[[ Stored data open ]]

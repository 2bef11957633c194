"""A hydrometer sheet in stored records: CSV export and import, office merge, calc columns.

The test's ``sedimentation`` key (docs/json-contract.md) has no columns of its own: it is a nested
object (sheet fields, calibration tables, a list of readings), and docs/csv.md keeps any key the
columns do not hold verbatim in ``test_extra_json``. These tests show that this carries every sheet
exactly: records -> CSV -> records gives the same records, the same file again gives the same bytes,
the app's API ops (``records_export_csv``, ``records_import_csv``, ``records_merge``) keep it, a
newer revision of a reading wins a merge and two different edits of one sheet are a conflict, and the
calc columns of a base soil are those of its combined sieve + hydrometer curve.

Data: invented for the tests (a clay core and a silty foundation), not measured. RFC 4180 (IETF,
Oct 2005) section 2 for the file's quoting; the reduction itself is tested against published
examples in tests/test_sedimentation.py.
"""

from __future__ import annotations

import copy
import csv
import io
import json

from tamis import api
from tamis.exchange import csv_read, csv_write, record

BASE_ID = "7d1e6f0a-3b2c-4d5e-8f90-a1b2c3d4e5f6"
BASE2_ID = "8e2f7a1b-4c3d-4e6f-9a01-b2c3d4e5f607"
TEST_ID = "9f3a8b2c-5d4e-4f70-8b12-c3d4e5f60718"
AT1, AT2 = "2026-12-01T09:30:00Z", "2026-12-02T07:45:00Z"

#: A clay core from masses plus a 152H sheet with one measured composite correction (typed integers
#: stay integers in JSON, as the app sends them).
CLAY = {"dry_mass_g": 500.0, "pan_g": 0.9, "washed_dry_mass_g": 117.1,
        "sieves": [{"opening_mm": 4.75, "retained_g": 0.0}, {"opening_mm": 2.0, "retained_g": 9.6},
                   {"opening_mm": 0.85, "retained_g": 14.2}, {"opening_mm": 0.425, "retained_g": 17.5},
                   {"opening_mm": 0.25, "retained_g": 21.3}, {"opening_mm": 0.15, "retained_g": 24.8},
                   {"opening_mm": 0.106, "retained_g": 13.1}, {"opening_mm": 0.075, "retained_g": 15.4}],
        "plasticity": {"liquid_limit": 44, "plasticity_index": 23}, "dispersive": False,
        "sedimentation": {"hydrometer": "152H", "specific_gravity": 2.7, "dry_mass_g": 50, "split_mm": 2,
                          "composite_correction": 5.5,
                          "readings": [{"time_min": t, "reading": r, "temperature_c": c} for t, r, c in
                                       [(1, 43, 21), (2, 40.5, 21), (4, 37, 21), (8, 34, 21.5), (15, 31, 21.5),
                                        (30, 28, 22), (60, 25, 22), (120, 22, 22.5), (240, 19.5, 22.5),
                                        (1440, 12.5, 15.5)]]}}
#: A silty foundation given as percent passing plus a 151H sheet: a correction calibration at
#: temperatures, a meniscus correction, a depth calibration, one reading with its own correction
#: and a key the app does not show (kept as it is).
SILT = {"passing": [{"opening_mm": 4.75, "passing_pct": 100.0}, {"opening_mm": 2.0, "passing_pct": 99.2},
                    {"opening_mm": 0.425, "passing_pct": 93.0}, {"opening_mm": 0.075, "passing_pct": 71.5}],
        "sedimentation": {"hydrometer": "151H", "specific_gravity": 2.68, "dry_mass_g": 50.0, "split_mm": 0.075,
                          "correction_calibration": [{"temperature_c": 18, "composite_correction": 1.0045},
                                                     {"temperature_c": 24, "composite_correction": 1.0032}],
                          "meniscus_correction": 0.0005,
                          "depth_calibration": [{"reading": 1.0, "depth_cm": 16.3}, {"reading": 1.031, "depth_cm": 8.1}],
                          "readings": [{"time_min": 2, "reading": 1.0205, "temperature_c": 20.5},
                                       {"time_min": 30, "reading": 1.0150, "temperature_c": 21.0,
                                        "composite_correction": 1.0040},
                                       {"time_min": 1440, "reading": 1.0085, "temperature_c": 19.0}],
                          "cylinder": "No. 3"}}
#: A filter sand given as percent passing (the sample checked against the clay core).
SAND = {"passing": [{"opening_mm": 4.75, "passing_pct": 100.0}, {"opening_mm": 2.36, "passing_pct": 95.0},
                    {"opening_mm": 1.18, "passing_pct": 75.0}, {"opening_mm": 0.6, "passing_pct": 45.0},
                    {"opening_mm": 0.3, "passing_pct": 18.0}, {"opening_mm": 0.15, "passing_pct": 5.0},
                    {"opening_mm": 0.075, "passing_pct": 1.0}], "plasticity": {"nonplastic": True}}


def rec(record_id, kind, test, *, rev=1, meta=None, history=None, at=AT1):
    return {"record_id": record_id, "kind": kind, "rev": rev, "updated_at": at, "updated_by": "LT",
            "deleted": False, "exported_at": None, "meta": meta or {"sample_id": record_id[:4]}, "test": test,
            "band": None,
            "history": history or [{"rev": 1, "at": AT1, "by": "LT", "summary": "created", "changes": []}]}


def corrected(r):
    """The clay core at revision 2: reading 4 re-read, with the history entry the app writes."""
    out = copy.deepcopy(r)
    out["rev"], out["updated_at"] = 2, AT2
    out["test"]["sedimentation"]["readings"][3]["reading"] = 33.5
    out["history"].append({"rev": 2, "at": AT2, "by": "LT", "summary": "edited",
                           "changes": [{"field": "test.sedimentation.readings[3].reading", "old": 34, "new": 33.5}]})
    return out


def records():
    return [record.check_record(r) for r in (
        rec(BASE_ID, "base", copy.deepcopy(CLAY), meta={"sample_id": "CORE-7", "material": "clay core"}),
        rec(BASE2_ID, "base", copy.deepcopy(SILT), meta={"sample_id": "FDN-2", "material": "silty foundation"}),
        rec(TEST_ID, "test", copy.deepcopy(SAND), meta={"sample_id": "F-0012", "base_id": BASE_ID,
                                                         "rules": {"criteria": "nrcs-1994"}}))]


def call(op, **fields):
    out = json.loads(api.handle(json.dumps({"schema": 1, "op": op, "id": 1, **fields})))
    assert out["ok"], out
    return out["result"]


def rows_of(text):
    table = list(csv.reader(io.StringIO(text, newline="")))
    return [dict(zip(table[0], r)) for r in table[1:]]


def test_csv_to_records_is_identical():
    recs = records()
    text = csv_write.write_csv(recs)
    back, _ = csv_read.read_csv(text)
    by_id = {r["record_id"]: r for r in back}
    for r in recs:
        assert by_id[r["record_id"]] == r
        # The sheet, number for number and key for key (ints stay ints inside the JSON cell).
        assert json.dumps(by_id[r["record_id"]]["test"].get("sedimentation"), sort_keys=True) == \
            json.dumps(r["test"].get("sedimentation"), sort_keys=True)
    # The same records written again: the same bytes.
    assert csv_write.write_csv(back) == text


def test_the_sheet_is_verbatim_in_test_extra_json_and_the_sieves_keep_their_columns():
    text = csv_write.write_csv(records())
    rows = {r["record_id"]: r for r in rows_of(text)}
    clay = rows[BASE_ID]
    assert json.loads(clay["test_extra_json"]) == {"sedimentation": CLAY["sedimentation"]}
    assert clay["retained_g@0.106mm"] == "13.1" and clay["dry_mass_g"] == "500"
    silt = rows[BASE2_ID]
    assert json.loads(silt["test_extra_json"]) == {"sedimentation": SILT["sedimentation"]}
    assert silt["passing_pct@0.075mm"] == "71.5"
    assert rows[TEST_ID]["test_extra_json"] == ""  # a test without a sheet: nothing added


def test_a_row_edited_in_a_spreadsheet_to_a_bad_sheet_is_refused_at_its_cell():
    table = list(csv.reader(io.StringIO(csv_write.write_csv(records()), newline="")))
    col = table[0].index("test_extra_json")
    row = next(i for i, r in enumerate(table) if r[1] == BASE_ID)
    table[row][col] = table[row][col][:-1]  # the closing brace lost
    broken = "\r\n".join(",".join(csv_write.quote(c) for c in r) for r in table) + "\r\n"
    out = json.loads(api.handle(json.dumps({"schema": 1, "op": "records_import_csv", "id": 1, "csv": broken,
                                            "existing": []})))
    assert out["ok"] is False
    assert out["error"]["field"] == f"csv.row[{row + 1}].test_extra_json" and out["error"]["code"] == "bad_json"
    assert out["error"]["message"].startswith(f"Row {row + 1}, column test_extra_json")


def test_api_export_then_import_gives_the_same_records():
    recs = records()
    exported = call("records_export_csv", records=recs, bom=False, context=[])
    assert exported["count"] == 3
    first = call("records_import_csv", csv=exported["csv"], existing=[])
    assert sorted(first["added"]) == sorted(r["record_id"] for r in recs)
    stored = {r["record_id"]: r for r in first["records"]}
    assert all(stored[r["record_id"]] == r for r in recs)
    again = call("records_import_csv", csv=exported["csv"], existing=first["records"])
    assert again["added"] == [] and again["updated"] == [] and again["conflicts"] == []
    assert sorted(again["unchanged"]) == sorted(stored)


def test_a_corrected_reading_wins_the_merge_and_two_edits_of_one_sheet_conflict():
    v1 = records()[0]
    v2 = record.check_record(corrected(v1))
    file1 = csv_write.write_csv([v1])
    file2 = csv_write.write_csv([v2])
    # The office merge of the two files keeps revision 2, its reading and both history entries.
    merged = call("records_merge", files=[file1, file2])
    assert merged["conflicts"] == [] and merged["count"] == 1
    (m,), _ = csv_read.read_csv(merged["csv"])
    assert m["rev"] == 2 and m["test"]["sedimentation"]["readings"][3]["reading"] == 33.5
    assert m["history"] == v2["history"]
    # A device still at revision 1 takes the file's revision 2.
    out = call("records_import_csv", csv=file2, existing=[v1])
    assert out["updated"] == [BASE_ID]
    assert next(r for r in out["records"] if r["record_id"] == BASE_ID) == v2
    # The device changed another reading from revision 1 meanwhile: both changed the sheet, a conflict.
    other = copy.deepcopy(v1)
    other["rev"], other["updated_at"] = 2, "2026-12-02T08:10:00Z"
    other["test"]["sedimentation"]["readings"][5]["temperature_c"] = 22.5
    other["history"].append({"rev": 2, "at": other["updated_at"], "by": "JR", "summary": "edited", "changes": [
        {"field": "test.sedimentation.readings[5].temperature_c", "old": 22, "new": 22.5}]})
    other = record.check_record(other)
    out = call("records_import_csv", csv=file2, existing=[other])
    assert [c["record_id"] for c in out["conflicts"]] == [BASE_ID]
    kept = next(r for r in out["records"] if r["record_id"] == BASE_ID)
    assert kept == other  # the device's version stays untouched until someone chooses


def test_calc_columns_of_a_base_soil_come_from_its_combined_curve():
    recs = records()
    rows = {r["record_id"]: r for r in rows_of(call("records_export_csv", records=recs, bom=False, context=[])["csv"])}
    grad = call("gradation", test=CLAY)
    assert grad["d_mm"]["D15"] is not None  # determinable only with the hydrometer points
    for key, col in (("D10", "calc_d10_mm"), ("D15", "calc_d15_mm"), ("D85", "calc_d85_mm")):
        want = grad["d_mm"][key]
        assert (rows[BASE_ID][col] == "") == (want is None), (key, rows[BASE_ID][col], want)
        if want is not None:
            assert float(rows[BASE_ID][col]) == float(f"{want:.6g}")
    no_sheet = {k: v for k, v in CLAY.items() if k != "sedimentation"}
    assert call("gradation", test=no_sheet)["d_mm"]["D15"] is None
    # The test's calc verdict is the evaluate op's against the base with its sheet.
    ev = call("evaluate", sample=SAND, base=CLAY, rules={"criteria": "nrcs-1994"})
    assert rows[TEST_ID]["calc_verdict"] == ev["verdict"]
    assert ev["base"]["points"][-1]["source"] == "sedimentation"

[[ Stored data closed ]]

*Work instruction*
Your answer should be a single number, which is the count of lines in the data above that include the word "points".

*Written solution*
2